During this tumultuous historical period, it is the moral responsibility of all Tibetans to unite together for the early restoration of freedom in Tibet. Tibetan identity must reign supreme as the rest is of lesser significance. This is not the time for regional and sectarian differences to usurp the common aspirations of Tibetans, especially at a time when young and old Tibetans including nuns and monks are willingly setting their precious human bodies on fire in order to shed light on the dire living conditions in Tibet. In the world of Buddhism, Tibet has the rare distinction of being the only one that has maintained an unbroken lineage of Buddha’s teaching but has also given rise to indigenous forms of sectarianism unheard of during Buddha’s era. The benevolent Buddha has taught the four noble truths and the eightfold path as the quintessential aspects of his teachings. These teachings are succinct, profound, pragmatic, and self-intensifying. Simply put, the Benevolent stated, “Do not commit sin, tame one’s wild mind, accumulate merits, and that is my teaching”. For Buddha’s sake, hold on to the path Buddha has so lovingly shown.
Religious teaching is an academic activity. Viewed from an academic perspective, His Holiness has exercised his academic freedom in prescribing and subscribing parameters for his instruction when he stated that his teaching is restricted to Dolgyal practitioners associated with hegemonic sectarian ideology that has undermined the ecumenical spirit of Buddhist schools.

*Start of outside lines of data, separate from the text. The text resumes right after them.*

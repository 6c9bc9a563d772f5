package report

import (
	"bytes"
	"encoding/json"
	"io"
	"reflect"
	"regexp"
	"slices"
	"strconv"
	"strings"
	"testing"

	"golang.org/x/net/html"

	"padproof/cmd/padproof/internal/result"
)

func lotPageOf(t *testing.T, l *result.Lot) string {
	t.Helper()
	info := LotPageInfo{Made: madeAt, Version: "v0.0.0", Link: func(path string) string { return "units/" + path + ".html" }}
	info.Pictures = func(int) []Picture {
		return []Picture{{Title: "Spread of loss", Says: "All between the limits.", SVG: func(w io.Writer) error {
			_, err := io.WriteString(w, `<svg xmlns="http://www.w3.org/2000/svg" role="img" viewBox="0 0 1 1"><title>Spread</title></svg>`)
			return err
		}}}
	}
	var b bytes.Buffer
	if err := LotPage(&b, l, info); err != nil {
		t.Fatal(err)
	}
	return b.String()
}

// wholeLot is a lot in which every field is there, each figure another.
func wholeLot() *result.Lot {
	l := &result.Lot{}
	n := 0
	fill(reflect.ValueOf(l).Elem(), &n)
	l.Schema, l.Verdict = result.LotSchema, "FAIL"
	l.Yield = result.Share{Value: 0.9731, Low: 0.90123, High: 0.99517}
	for i := range l.Rows {
		r := &l.Rows[i]
		r.Verdict, r.Error, r.Drawing, r.Report = []string{"FAIL", "PASS", "UNPROVEN"}[i], nil, i, "page"
		for k := range r.Checks {
			r.Checks[k].Name = []string{"loss", "noise", "hum"}[k]
		}
	}
	for i := range l.Drawings {
		for k := range l.Drawings[i].Figures {
			f := &l.Drawings[i].Figures[k]
			f.Check = []string{"loss", "noise", "hum"}[k]
			f.Low, f.High = f.High, f.Low
		}
	}
	return l
}

// smallLot is a lot with little in it.
func smallLot() *result.Lot {
	none := result.Missing
	return &result.Lot{
		Schema: result.LotSchema, Lot: "12", Units: 2, NotChecked: 1, Unproven: 1, Yield: result.Share{Value: 0, Low: 0, High: 0.84},
		Drawings: []result.LotDrawing{{Units: 1, Figures: []result.LotFigure{{
			Check: "loss", Unit: "dB", N: 1, Expected: none, Low: none, High: none, Mean: result.Ranged{Value: 14.02, Low: none, High: none},
			SD: result.Ranged{Value: none, Low: none, High: none}, Least: 14.02, Greatest: 14.02,
		}}}},
		Rows: []result.LotRow{
			{Unit: "0417", Drawing: -1, Error: &result.Error{File: "0417", Text: "after.wav is missing", Hint: "record it"}},
			{Unit: "0418", Verdict: "UNPROVEN", Reason: "no limit is set"},
		},
	}
}

// aside are figures of the JSON that a reader of the page has no use for, or has
// by their place in it.
var aside = regexp.MustCompile(`^/rows/[0-9]+/(drawing|error/line|checks/[12]/.*)$`)

// Every figure of the page is the JSON's, and none of the JSON's is missing.
func TestLotPageFiguresAreTheJSONs(t *testing.T) {
	for name, l := range map[string]*result.Lot{"whole": wholeLot(), "small": smallLot()} {
		t.Run(name, func(t *testing.T) {
			_, want := jsonOf(t, l)
			shown := map[string]bool{}
			for n := range parsed(t, lotPageOf(t, l)).Descendants() {
				field, isFigure := attr(n, "data-field")
				if !isFigure {
					continue
				}
				shown[field] = true
				value, _ := attr(n, "value")
				number, there := want[field]
				switch {
				case !there:
					t.Errorf("the page shows %s, which the JSON does not have", field)
				case number == nil:
					if text := textOf(n); value != "" || text != "-" {
						t.Errorf("%s is null and shown as %q (%q)", field, text, value)
					}
				default:
					sameFigure(t, field, string(number.(json.Number)), value, textOf(n))
				}
			}
			for field, number := range want {
				if !shown[field] && number != nil && !aside.MatchString(field) {
					t.Errorf("%s of the JSON, %v, is not in the page", field, number)
				}
			}
		})
	}
}

// Whatever else has a digit comes word for word from the JSON, or is one of the
// page's own words.
func TestLotPageWorksNothingOut(t *testing.T) {
	own := []string{"95\u00a0%", "95 %", "1.33", "v0.0.0", "2026-03-01 01:30:05 +05:30 here", "order"}
	for name, l := range map[string]*result.Lot{"whole": wholeLot(), "small": smallLot()} {
		v, _ := jsonOf(t, l)
		texts := append(stringsOf(v), own...)
		slices.SortFunc(texts, func(a, b string) int { return len(b) - len(a) })
		for n := range parsed(t, lotPageOf(t, l)).Descendants() {
			if n.Type != html.TextNode || slices.Contains([]string{"style", "data", "time", "title"}, n.Parent.Data) {
				continue
			}
			rest := n.Data
			for _, text := range texts {
				if text != "" {
					rest = strings.ReplaceAll(rest, text, "")
				}
			}
			if strings.ContainsAny(rest, "0123456789") {
				t.Errorf("%s: %q has figures that the JSON does not have: %q", name, n.Data, rest)
			}
		}
	}
}

// The page needs nothing else, leads nowhere but to the units' pages, and its
// headings are in order.
func TestLotPageIsSelfContained(t *testing.T) {
	page := lotPageOf(t, wholeLot())
	if !strings.Contains(page[:512], PageMark) {
		t.Error("PageMark is not in the first 512 bytes, where a page of ours is told by it")
	}
	ids, last, links := map[string]bool{}, byte('0'), 0
	for n := range parsed(t, page).Descendants() {
		if n.Type != html.ElementNode {
			continue
		}
		if slices.Contains([]string{"script", "link", "img", "iframe", "object", "form"}, n.Data) {
			t.Errorf("the page has a %s element", n.Data)
		}
		for _, a := range n.Attr {
			switch {
			case a.Key == "href" && n.Data == "a" && a.Val == "units/page.html":
				links++
			case a.Key == "src" || a.Key == "href" || strings.HasPrefix(a.Key, "on"):
				t.Errorf("the page has %s=%q", a.Key, a.Val)
			case a.Key == "id" && ids[a.Val]:
				t.Errorf("the page has two elements %q", a.Val)
			case a.Key == "id":
				ids[a.Val] = true
			}
		}
		if len(n.Data) == 2 && n.Data[0] == 'h' && n.Data[1] >= '1' && n.Data[1] <= '6' {
			if n.Data[1] > last+1 && !(last == '0' && n.Data == "h1") {
				t.Errorf("%s follows h%c", n.Data, last)
			}
			last = n.Data[1]
		}
	}
	if links != 5 { // each of three in the table of all, the two that do not pass once more
		t.Errorf("%d links to units, want 5", links)
	}
	if strings.Contains(page, "url(") || strings.Contains(page, "@import") {
		t.Error("the style asks for another file")
	}
}

// Names stand in the page as they are, each kept to itself, and open nothing.
func TestLotPageHoldsAnyName(t *testing.T) {
	named := func(name string) *result.Lot {
		l := wholeLot()
		l.Lot, l.Drawings[0].Pad, l.Drawings[0].Rig = name, name, name
		l.Rows[0].Unit, l.Rows[0].Suspect, l.Rows[0].Problems[0], l.Rows[0].Reason = name, name, name, name
		l.Drawings[0].Says[0], l.Warnings[0] = name, name
		l.Drawings[0].Figures[0].Chart.LeftOut, l.Drawings[0].Figures[0].Chart.Breaks[0].Units = []string{name}, []string{name}
		return l
	}
	// The lot; pad and rig; the pad over sentences, pictures and figures; the unit twice, with its
	// suspect; the units of a break.
	holdsAnyName(t, 11, func(name string) string { return lotPageOf(t, named(name)) })
}

// Units that fail come before those that could not be checked, and these before
// those that are unproven; the rest is in the table of all.
func TestLotPageUnitsToLookAt(t *testing.T) {
	l := smallLot()
	l.Rows = nil
	for i := range 300 {
		verdict := []string{"PASS", "UNPROVEN", "PASS", "", "FAIL"}[i%5]
		r := result.LotRow{Unit: strconv.Itoa(i), Verdict: verdict, Reason: "why " + verdict}
		if verdict == "" {
			r.Error = &result.Error{Text: "gone"}
		}
		if i < 200 || i%5 != 4 {
			l.Rows = append(l.Rows, r)
		}
	}
	t1, more := lookAtTable(l, func(string) string { return "" })
	var order []string
	for _, r := range t1.Rows {
		order = append(order, r.Cells[0].Words[0].Text)
	}
	if !more || len(order) != 40 || order[0] != "FAIL" || order[39] != "FAIL" {
		t.Errorf("%d units to look at, more: %v, %v", len(order), more, order)
	}
	l.Rows = l.Rows[:13]
	t2, more := lookAtTable(l, func(string) string { return "" })
	order = nil
	for _, r := range t2.Rows {
		order = append(order, r.Cells[0].Words[0].Text)
	}
	if want := "FAIL FAIL not checked not checked UNPROVEN UNPROVEN UNPROVEN"; strings.Join(order, " ") != want || more {
		t.Errorf("units to look at %v (more: %v), want %s", order, more, want)
	}
	page := lotPageOf(t, &result.Lot{Verdict: "PASS", Units: 1, Passed: 1, Rows: []result.LotRow{{Unit: "0417", Verdict: "PASS"}}})
	if strings.Contains(page, "Units to look at") {
		t.Error("a lot that passes has units to look at")
	}
}

// What the lot means comes first, then the pictures, the figures and all units; and
// both schools of capability find their names.
func TestLotPageOrder(t *testing.T) {
	page := html.UnescapeString(lotPageOf(t, wholeLot()))
	at := 0
	for _, words := range []string{"units: ", "Yield", "What it means", "Units to look at", "How the units lie", "Figures", "Cpk", "NIST/SEMATECH", "Pp and Ppk", "moving range", "The AIAG's Cp and Cpk", "Where the chart breaks", "All units", "Made by padproof v0.0.0."} {
		i := strings.Index(page[at:], words)
		if i < 0 {
			t.Fatalf("%q does not come after byte %d of the page", words, at)
		}
		at += i
	}
}

func TestLotPageSaysSimulated(t *testing.T) {
	l := smallLot()
	if strings.Contains(lotPageOf(t, l), "SIMULATED") {
		t.Error("a real lot's page says SIMULATED")
	}
	l.Simulated = true
	page := lotPageOf(t, l)
	for _, place := range []string{"<title>SIMULATED", `@top-center { content: "SIMULATED`, "<main>\n<p class=\"simulated\"><strong>SIMULATED", "<footer>\n<p class=\"simulated\"><strong>SIMULATED"} {
		if !strings.Contains(page, place) {
			t.Errorf("the page of a rehearsed lot lacks %q", place)
		}
	}
}

// A thousand units make a page that can still be sent and opened.
func TestLotPageOfAThousand(t *testing.T) {
	l := smallLot()
	for i := range 1000 {
		l.Rows = append(l.Rows, result.LotRow{Unit: "2026-" + strconv.Itoa(i), Verdict: "FAIL", Suspect: "R3 is 360", Weight: result.NumberOf(0.87123456789), Report: "x",
			Checks: []result.LotCheck{{Name: "loss", Verdict: "FAIL", Measured: 13.330436493562013, Uncertainty: 0.13564757836285494}}})
	}
	if page := lotPageOf(t, l); len(page) > 1<<20 {
		t.Errorf("a page of %d bytes, want under a megabyte", len(page))
	}
}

For example, it is a common practice in the United States to include fieldwork and language requirements, among others, as preconditions for students prior to enrolling and taking specific courses. It is, thus, incumbent on students to meet course expectations on a voluntary basis. The establishment of criteria for entry into course is a gate-keeping process that ensures the sanctity, relevance, and meaningfulness of academic pursuits. Moreover, teacher-disciple relationship is a cornerstone principle in Buddhist teachings, and thus His Holiness has requested that those who continue to propitiate Dolgyal not to attend his religious instructions.
On a sober note, the current political and cultural condition of Tibet may be likened to an individual in an intensive care unit of a hospital. Like a person strapped to a hospital bed, Tibet is under the ironclad grip of China gasping for critical life support. Is this then the time for Tibetans to squabble over a controversial deity when Tibet lay in the intensive care unit?
The writer is a professor of education, teaches curriculum theory and development at the Fullerton University, CA.